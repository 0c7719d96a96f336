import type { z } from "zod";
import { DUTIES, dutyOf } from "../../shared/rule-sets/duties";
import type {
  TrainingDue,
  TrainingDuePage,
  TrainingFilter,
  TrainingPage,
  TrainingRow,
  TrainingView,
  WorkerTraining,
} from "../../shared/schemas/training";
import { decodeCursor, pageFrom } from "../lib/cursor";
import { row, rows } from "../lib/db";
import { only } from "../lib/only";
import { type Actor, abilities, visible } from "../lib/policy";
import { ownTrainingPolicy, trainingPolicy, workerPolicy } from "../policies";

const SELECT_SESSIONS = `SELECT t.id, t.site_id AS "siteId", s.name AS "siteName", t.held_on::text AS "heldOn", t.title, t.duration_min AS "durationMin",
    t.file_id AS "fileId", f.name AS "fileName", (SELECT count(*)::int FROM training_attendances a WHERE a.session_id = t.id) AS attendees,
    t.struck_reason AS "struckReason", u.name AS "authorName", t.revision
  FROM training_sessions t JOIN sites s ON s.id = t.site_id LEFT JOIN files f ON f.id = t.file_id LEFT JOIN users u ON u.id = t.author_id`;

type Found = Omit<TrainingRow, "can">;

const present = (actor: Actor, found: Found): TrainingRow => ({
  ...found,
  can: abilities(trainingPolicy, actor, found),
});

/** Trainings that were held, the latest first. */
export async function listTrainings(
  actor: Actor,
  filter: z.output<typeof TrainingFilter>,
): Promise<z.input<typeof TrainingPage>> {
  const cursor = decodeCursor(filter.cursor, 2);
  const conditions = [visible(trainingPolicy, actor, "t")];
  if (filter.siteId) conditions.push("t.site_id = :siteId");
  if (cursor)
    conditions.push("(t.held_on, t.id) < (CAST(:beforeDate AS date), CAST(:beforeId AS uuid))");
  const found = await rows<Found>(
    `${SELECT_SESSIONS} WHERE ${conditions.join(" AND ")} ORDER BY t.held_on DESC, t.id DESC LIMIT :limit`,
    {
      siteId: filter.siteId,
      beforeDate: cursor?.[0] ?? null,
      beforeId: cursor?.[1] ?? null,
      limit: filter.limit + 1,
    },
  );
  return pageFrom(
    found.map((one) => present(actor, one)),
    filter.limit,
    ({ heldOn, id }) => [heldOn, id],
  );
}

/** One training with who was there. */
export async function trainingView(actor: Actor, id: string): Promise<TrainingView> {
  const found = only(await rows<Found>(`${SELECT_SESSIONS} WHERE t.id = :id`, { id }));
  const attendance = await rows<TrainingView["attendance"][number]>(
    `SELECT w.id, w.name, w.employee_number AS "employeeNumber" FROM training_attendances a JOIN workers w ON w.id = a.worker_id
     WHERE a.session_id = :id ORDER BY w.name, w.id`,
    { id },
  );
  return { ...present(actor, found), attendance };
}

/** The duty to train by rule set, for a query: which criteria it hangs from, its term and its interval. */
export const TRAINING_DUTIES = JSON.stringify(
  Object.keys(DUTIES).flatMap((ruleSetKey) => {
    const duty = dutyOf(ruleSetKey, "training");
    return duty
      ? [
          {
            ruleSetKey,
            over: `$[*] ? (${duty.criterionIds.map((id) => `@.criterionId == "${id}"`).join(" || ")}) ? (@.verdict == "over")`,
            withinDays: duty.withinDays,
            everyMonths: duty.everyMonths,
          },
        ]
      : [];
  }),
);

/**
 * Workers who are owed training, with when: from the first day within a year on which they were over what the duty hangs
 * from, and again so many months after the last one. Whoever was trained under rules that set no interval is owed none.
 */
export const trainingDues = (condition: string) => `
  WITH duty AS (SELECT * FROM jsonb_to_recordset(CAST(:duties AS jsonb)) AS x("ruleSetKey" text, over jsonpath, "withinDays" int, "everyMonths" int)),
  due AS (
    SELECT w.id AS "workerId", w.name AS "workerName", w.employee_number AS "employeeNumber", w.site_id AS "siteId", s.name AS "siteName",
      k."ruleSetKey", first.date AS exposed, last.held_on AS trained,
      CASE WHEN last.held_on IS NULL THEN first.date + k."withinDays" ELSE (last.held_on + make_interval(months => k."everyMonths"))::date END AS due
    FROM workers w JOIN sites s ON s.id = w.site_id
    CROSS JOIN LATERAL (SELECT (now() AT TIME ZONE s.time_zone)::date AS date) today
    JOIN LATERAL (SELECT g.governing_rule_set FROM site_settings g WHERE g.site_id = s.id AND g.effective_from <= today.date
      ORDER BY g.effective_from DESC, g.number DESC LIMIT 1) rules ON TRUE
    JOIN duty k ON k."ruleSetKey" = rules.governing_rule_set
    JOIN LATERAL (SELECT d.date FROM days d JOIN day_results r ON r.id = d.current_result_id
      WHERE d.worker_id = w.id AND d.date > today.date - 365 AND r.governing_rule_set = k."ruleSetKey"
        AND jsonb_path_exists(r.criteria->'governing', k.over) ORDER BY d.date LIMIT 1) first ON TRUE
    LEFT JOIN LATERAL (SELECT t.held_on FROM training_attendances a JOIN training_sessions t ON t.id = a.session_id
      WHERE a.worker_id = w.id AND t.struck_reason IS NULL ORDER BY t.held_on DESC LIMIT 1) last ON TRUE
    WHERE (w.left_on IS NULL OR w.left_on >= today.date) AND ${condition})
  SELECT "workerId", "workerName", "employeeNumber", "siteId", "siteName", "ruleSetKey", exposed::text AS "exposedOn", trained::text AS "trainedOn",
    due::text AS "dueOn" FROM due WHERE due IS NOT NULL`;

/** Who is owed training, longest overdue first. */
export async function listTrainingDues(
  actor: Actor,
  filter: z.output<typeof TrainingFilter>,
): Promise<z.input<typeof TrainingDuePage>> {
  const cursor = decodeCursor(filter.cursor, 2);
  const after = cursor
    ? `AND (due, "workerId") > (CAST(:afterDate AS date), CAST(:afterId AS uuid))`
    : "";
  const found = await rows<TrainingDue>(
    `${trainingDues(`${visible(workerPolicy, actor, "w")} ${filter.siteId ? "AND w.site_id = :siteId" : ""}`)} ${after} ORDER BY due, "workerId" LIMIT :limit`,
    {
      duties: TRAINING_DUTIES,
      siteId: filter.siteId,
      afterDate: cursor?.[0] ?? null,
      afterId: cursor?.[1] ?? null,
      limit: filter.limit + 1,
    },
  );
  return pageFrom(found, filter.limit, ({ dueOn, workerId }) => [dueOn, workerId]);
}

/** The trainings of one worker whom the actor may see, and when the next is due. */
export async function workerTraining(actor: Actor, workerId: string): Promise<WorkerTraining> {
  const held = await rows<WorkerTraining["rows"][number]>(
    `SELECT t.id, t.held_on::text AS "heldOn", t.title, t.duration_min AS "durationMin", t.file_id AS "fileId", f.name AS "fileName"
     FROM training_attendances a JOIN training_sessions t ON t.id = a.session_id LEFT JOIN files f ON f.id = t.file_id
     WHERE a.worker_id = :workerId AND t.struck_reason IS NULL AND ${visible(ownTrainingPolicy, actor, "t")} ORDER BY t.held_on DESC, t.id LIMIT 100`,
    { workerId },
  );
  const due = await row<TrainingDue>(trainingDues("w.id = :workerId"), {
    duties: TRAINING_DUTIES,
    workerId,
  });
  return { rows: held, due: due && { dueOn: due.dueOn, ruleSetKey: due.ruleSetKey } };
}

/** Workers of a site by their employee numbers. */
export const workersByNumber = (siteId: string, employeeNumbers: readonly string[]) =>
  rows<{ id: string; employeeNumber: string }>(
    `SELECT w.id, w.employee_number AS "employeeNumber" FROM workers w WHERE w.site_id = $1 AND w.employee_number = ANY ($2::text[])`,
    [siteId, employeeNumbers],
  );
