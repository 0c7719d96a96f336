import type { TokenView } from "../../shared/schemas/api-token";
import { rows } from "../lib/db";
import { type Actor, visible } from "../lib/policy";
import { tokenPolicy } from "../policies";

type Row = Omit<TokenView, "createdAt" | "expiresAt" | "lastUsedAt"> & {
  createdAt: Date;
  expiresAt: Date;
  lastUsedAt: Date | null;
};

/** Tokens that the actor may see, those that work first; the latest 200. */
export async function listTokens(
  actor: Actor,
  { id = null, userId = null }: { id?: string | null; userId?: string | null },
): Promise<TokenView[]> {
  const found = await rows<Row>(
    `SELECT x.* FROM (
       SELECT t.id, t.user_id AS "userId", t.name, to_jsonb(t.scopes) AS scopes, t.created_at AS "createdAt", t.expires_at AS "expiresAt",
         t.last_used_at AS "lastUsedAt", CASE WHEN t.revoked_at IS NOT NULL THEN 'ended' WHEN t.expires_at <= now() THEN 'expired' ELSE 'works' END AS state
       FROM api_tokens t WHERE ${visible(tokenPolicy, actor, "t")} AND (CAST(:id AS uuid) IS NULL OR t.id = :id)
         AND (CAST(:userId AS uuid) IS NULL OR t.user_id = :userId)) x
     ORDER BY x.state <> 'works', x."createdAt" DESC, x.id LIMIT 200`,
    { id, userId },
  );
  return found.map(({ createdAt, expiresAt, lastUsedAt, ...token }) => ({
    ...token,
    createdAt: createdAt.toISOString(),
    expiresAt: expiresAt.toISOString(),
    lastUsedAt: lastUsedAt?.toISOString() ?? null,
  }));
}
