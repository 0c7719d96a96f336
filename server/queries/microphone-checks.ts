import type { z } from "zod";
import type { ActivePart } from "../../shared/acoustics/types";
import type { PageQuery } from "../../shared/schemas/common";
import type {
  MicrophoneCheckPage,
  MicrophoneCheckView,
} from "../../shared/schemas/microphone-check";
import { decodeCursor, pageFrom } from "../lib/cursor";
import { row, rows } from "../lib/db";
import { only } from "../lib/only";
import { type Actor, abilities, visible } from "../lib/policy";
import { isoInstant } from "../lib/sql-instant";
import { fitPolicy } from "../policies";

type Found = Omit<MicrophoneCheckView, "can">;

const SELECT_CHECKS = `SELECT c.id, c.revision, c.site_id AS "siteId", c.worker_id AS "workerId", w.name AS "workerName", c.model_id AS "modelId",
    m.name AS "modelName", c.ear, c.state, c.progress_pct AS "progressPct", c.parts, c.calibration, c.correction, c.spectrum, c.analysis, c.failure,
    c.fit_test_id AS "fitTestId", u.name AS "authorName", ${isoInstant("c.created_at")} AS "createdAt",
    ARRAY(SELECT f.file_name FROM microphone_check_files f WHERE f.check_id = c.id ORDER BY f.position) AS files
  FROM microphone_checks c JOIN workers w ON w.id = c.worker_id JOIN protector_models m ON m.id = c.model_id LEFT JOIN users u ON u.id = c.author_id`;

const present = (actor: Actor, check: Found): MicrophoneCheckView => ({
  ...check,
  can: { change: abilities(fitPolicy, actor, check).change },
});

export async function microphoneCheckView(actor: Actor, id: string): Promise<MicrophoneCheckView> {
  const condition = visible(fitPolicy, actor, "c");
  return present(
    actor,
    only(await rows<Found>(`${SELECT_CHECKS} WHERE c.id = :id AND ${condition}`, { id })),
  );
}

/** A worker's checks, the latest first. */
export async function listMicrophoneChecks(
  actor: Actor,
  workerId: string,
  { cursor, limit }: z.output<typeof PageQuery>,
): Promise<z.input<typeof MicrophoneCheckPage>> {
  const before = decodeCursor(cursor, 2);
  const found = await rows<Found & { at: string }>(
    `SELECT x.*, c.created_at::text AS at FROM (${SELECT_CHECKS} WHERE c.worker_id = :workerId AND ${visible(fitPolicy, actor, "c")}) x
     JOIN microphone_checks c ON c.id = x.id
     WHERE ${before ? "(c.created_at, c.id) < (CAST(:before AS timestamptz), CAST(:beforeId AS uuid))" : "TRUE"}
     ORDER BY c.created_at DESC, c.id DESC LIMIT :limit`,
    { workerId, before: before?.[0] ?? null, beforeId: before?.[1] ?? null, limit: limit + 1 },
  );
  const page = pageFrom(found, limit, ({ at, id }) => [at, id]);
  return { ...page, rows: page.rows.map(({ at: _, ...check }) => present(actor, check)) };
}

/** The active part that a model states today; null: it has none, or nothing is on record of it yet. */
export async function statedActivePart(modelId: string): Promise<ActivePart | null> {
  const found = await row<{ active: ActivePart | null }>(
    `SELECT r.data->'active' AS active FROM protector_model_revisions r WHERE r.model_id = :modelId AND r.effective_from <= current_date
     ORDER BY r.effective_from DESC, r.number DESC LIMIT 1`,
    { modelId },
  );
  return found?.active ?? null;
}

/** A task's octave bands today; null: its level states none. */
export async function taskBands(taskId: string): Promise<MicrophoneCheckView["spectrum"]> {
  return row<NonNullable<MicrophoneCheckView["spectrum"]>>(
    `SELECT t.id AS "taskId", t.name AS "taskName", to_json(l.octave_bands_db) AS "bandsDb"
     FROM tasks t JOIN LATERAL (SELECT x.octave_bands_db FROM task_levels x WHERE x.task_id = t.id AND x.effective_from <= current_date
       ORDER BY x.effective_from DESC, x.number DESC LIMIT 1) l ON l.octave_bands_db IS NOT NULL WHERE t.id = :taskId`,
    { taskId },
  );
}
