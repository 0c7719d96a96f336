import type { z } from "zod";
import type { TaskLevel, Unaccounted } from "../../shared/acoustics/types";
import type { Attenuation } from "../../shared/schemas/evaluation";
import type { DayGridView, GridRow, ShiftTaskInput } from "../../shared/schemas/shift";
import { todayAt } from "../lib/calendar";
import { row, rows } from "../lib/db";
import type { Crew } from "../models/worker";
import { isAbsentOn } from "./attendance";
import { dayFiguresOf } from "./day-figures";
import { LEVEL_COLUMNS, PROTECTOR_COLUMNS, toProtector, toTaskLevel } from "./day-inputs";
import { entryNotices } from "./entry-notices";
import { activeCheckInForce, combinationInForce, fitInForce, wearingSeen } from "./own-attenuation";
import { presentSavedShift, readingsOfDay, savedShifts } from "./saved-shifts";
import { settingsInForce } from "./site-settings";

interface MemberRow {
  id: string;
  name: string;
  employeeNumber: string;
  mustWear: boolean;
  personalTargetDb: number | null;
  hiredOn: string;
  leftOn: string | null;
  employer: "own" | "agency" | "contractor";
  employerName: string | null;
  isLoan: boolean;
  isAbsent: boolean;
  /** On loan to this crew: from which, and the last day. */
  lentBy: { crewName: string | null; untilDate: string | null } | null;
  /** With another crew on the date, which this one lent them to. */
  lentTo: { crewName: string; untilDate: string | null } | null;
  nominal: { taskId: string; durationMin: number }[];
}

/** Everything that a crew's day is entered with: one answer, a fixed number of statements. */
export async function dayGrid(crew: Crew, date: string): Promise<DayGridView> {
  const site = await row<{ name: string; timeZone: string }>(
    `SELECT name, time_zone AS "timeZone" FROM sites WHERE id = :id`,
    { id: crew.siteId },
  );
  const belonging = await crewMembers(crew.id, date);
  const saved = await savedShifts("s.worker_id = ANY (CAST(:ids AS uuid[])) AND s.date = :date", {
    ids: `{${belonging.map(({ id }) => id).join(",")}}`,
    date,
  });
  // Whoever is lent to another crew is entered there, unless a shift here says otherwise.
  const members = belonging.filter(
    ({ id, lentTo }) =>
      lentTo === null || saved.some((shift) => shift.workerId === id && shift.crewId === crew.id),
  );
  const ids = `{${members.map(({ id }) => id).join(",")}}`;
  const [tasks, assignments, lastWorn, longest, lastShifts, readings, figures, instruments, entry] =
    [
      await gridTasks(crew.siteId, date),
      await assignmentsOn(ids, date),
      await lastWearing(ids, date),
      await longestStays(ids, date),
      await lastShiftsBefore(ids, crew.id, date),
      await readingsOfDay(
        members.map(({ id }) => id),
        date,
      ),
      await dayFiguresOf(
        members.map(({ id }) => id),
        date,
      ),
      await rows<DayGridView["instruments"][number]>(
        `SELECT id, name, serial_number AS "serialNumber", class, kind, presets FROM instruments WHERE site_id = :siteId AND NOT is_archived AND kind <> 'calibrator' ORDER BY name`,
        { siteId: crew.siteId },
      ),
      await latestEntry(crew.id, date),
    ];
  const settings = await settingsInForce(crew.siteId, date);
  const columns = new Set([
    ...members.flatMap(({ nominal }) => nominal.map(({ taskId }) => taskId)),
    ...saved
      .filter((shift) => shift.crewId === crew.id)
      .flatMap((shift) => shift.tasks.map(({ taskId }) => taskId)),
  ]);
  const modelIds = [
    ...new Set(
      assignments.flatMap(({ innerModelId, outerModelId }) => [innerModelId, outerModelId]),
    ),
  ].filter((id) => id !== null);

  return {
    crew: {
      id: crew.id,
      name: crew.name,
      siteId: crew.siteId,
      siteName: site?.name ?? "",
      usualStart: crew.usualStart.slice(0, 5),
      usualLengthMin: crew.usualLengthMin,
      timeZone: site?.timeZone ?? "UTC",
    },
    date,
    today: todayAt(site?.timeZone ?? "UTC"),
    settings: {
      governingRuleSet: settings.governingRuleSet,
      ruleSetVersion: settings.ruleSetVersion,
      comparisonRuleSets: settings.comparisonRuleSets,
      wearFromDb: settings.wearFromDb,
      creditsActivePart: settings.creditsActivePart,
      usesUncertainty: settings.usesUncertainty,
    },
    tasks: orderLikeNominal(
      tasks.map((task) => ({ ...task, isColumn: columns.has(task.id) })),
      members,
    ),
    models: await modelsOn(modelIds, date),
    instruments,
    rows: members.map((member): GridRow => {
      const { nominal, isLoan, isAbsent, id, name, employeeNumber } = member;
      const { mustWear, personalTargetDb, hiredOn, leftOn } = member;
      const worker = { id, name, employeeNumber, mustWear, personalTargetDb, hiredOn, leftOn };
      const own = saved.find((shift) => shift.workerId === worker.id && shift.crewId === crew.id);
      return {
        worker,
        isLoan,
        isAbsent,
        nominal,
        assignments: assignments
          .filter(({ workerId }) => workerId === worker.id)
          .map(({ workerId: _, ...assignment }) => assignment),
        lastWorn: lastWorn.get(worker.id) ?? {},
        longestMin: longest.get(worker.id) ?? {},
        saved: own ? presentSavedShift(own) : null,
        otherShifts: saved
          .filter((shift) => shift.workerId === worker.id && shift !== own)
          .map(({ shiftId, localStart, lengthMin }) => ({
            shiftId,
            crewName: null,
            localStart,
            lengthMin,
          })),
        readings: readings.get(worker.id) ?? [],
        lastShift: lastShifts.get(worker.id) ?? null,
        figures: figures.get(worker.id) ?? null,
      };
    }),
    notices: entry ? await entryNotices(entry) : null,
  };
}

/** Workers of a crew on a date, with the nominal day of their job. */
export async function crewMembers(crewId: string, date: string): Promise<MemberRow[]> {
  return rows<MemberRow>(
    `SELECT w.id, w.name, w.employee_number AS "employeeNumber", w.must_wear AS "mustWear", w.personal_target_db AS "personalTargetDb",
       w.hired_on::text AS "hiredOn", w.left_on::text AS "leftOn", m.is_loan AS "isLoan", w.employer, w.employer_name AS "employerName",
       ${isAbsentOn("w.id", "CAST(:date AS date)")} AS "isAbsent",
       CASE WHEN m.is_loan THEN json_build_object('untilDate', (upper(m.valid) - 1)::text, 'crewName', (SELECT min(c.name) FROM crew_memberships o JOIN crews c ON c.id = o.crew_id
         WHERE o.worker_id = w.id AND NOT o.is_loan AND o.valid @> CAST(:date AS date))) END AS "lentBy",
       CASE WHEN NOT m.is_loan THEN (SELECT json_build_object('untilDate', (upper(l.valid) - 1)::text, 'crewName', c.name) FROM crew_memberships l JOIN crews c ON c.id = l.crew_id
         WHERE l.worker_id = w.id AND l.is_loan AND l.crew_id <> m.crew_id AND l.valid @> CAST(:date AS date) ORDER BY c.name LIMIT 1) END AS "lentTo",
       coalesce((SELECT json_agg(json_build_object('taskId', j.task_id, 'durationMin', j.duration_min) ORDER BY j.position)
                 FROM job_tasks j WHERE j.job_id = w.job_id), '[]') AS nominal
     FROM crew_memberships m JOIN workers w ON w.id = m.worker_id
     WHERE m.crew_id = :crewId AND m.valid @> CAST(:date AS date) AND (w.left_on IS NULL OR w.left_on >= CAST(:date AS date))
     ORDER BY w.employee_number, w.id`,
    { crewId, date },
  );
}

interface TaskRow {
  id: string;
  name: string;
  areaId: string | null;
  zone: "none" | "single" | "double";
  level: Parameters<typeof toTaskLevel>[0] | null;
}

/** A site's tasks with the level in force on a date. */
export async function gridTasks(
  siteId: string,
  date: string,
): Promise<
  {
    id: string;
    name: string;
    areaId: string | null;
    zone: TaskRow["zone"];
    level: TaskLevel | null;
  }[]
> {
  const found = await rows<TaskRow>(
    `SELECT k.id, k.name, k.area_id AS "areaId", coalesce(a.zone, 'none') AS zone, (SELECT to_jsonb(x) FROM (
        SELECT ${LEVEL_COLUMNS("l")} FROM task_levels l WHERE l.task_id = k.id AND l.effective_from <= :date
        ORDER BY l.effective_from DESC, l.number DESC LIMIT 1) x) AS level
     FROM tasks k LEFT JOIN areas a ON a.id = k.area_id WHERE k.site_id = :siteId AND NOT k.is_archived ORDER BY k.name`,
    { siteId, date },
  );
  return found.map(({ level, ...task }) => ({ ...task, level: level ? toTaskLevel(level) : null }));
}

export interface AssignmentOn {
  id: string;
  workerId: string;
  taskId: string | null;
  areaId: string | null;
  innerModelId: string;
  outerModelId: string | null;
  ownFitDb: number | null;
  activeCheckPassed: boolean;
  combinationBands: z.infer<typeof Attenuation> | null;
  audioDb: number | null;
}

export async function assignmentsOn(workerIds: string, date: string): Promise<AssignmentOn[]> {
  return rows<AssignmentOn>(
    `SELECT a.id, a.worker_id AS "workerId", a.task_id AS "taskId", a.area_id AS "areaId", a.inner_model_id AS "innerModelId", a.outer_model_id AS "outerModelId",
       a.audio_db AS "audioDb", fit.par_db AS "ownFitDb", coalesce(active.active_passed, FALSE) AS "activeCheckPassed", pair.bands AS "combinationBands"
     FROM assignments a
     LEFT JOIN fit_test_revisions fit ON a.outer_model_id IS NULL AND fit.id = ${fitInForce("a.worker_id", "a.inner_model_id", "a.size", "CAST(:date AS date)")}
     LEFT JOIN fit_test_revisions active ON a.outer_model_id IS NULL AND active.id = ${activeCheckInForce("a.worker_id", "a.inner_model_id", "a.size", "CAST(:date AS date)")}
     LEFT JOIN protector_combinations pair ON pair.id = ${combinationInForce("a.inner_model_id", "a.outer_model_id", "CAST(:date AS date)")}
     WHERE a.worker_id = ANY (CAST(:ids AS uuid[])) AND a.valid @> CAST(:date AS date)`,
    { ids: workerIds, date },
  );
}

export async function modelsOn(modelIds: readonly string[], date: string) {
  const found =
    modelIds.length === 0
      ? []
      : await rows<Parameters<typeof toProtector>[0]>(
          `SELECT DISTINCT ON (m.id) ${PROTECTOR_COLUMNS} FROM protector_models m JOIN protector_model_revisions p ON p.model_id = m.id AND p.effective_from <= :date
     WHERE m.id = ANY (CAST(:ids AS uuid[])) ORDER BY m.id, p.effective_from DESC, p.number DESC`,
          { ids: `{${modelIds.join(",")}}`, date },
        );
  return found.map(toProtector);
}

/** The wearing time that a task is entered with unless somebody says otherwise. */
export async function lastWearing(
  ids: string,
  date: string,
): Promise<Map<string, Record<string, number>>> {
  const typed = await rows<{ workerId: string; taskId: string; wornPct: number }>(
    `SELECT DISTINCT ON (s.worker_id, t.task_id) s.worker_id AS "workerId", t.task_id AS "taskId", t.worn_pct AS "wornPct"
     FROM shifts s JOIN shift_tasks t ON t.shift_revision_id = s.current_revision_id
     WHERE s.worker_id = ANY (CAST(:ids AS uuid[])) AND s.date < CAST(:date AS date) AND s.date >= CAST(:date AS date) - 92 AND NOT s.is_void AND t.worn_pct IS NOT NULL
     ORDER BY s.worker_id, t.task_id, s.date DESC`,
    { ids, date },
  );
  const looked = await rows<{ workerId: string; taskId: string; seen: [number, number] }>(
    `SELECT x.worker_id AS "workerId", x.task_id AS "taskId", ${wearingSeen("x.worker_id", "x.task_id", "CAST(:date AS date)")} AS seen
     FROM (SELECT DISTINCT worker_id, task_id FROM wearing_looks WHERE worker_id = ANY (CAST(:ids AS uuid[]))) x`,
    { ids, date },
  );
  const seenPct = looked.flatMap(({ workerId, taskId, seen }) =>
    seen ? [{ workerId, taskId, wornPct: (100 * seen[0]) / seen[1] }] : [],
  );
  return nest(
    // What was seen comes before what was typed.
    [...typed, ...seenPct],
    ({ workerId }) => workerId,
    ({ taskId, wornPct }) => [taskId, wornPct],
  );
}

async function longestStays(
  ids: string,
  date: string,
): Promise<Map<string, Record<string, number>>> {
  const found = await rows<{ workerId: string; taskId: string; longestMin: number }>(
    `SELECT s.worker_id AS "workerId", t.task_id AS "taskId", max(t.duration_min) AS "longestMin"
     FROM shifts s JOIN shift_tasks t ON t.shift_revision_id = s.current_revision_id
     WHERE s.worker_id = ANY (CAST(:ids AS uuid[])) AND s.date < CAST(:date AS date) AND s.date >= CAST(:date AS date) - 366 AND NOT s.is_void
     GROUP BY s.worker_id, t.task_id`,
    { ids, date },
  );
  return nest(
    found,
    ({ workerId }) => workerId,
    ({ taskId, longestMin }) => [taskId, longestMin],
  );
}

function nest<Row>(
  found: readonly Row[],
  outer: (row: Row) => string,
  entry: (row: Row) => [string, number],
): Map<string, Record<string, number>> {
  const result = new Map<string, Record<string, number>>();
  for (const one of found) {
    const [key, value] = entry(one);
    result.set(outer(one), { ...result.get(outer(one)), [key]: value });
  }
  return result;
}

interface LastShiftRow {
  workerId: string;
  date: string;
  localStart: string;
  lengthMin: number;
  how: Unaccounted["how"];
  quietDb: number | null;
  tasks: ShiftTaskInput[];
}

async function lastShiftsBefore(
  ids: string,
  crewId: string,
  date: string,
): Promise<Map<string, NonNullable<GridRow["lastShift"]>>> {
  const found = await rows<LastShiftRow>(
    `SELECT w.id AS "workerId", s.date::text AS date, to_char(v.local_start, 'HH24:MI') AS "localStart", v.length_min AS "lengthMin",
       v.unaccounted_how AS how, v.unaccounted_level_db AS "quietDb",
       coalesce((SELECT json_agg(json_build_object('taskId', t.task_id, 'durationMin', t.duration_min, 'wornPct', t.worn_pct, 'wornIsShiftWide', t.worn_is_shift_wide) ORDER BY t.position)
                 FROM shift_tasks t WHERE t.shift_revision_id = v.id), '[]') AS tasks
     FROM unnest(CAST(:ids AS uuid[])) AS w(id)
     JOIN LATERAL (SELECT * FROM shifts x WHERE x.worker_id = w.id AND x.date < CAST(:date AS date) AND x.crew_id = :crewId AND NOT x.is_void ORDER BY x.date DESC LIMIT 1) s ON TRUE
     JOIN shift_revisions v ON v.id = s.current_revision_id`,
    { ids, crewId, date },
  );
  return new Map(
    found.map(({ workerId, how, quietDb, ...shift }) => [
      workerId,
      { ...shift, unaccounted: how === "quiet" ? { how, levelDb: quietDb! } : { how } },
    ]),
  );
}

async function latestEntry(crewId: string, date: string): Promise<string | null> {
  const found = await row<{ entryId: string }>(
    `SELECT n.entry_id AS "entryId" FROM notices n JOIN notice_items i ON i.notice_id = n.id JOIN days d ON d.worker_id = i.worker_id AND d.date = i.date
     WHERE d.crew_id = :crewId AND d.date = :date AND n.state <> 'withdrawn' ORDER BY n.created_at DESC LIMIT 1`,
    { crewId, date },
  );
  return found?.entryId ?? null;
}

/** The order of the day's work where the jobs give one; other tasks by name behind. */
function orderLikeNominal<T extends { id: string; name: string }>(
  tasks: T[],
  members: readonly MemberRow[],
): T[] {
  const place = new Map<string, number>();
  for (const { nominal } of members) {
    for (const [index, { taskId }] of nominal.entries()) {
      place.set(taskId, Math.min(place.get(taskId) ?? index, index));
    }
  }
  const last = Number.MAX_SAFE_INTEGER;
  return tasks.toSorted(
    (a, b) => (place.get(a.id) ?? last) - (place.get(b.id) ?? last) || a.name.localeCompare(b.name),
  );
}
---
Please extract exactly, and only, the lines from the line containing "name behind. */" through the last line of the records.

/** The order of the day's work where the jobs give one; other tasks by name behind. */
function orderLikeNominal<T extends { id: string; name: string }>(
  tasks: T[],
  members: readonly MemberRow[],
): T[] {
  const place = new Map<string, number>();
  for (const { nominal } of members) {
    for (const [index, { taskId }] of nominal.entries()) {
      place.set(taskId, Math.min(place.get(taskId) ?? index, index));
    }
  }
  const last = Number.MAX_SAFE_INTEGER;
  return tasks.toSorted(
    (a, b) => (place.get(a.id) ?? last) - (place.get(b.id) ?? last) || a.name.localeCompare(b.name),
  );
}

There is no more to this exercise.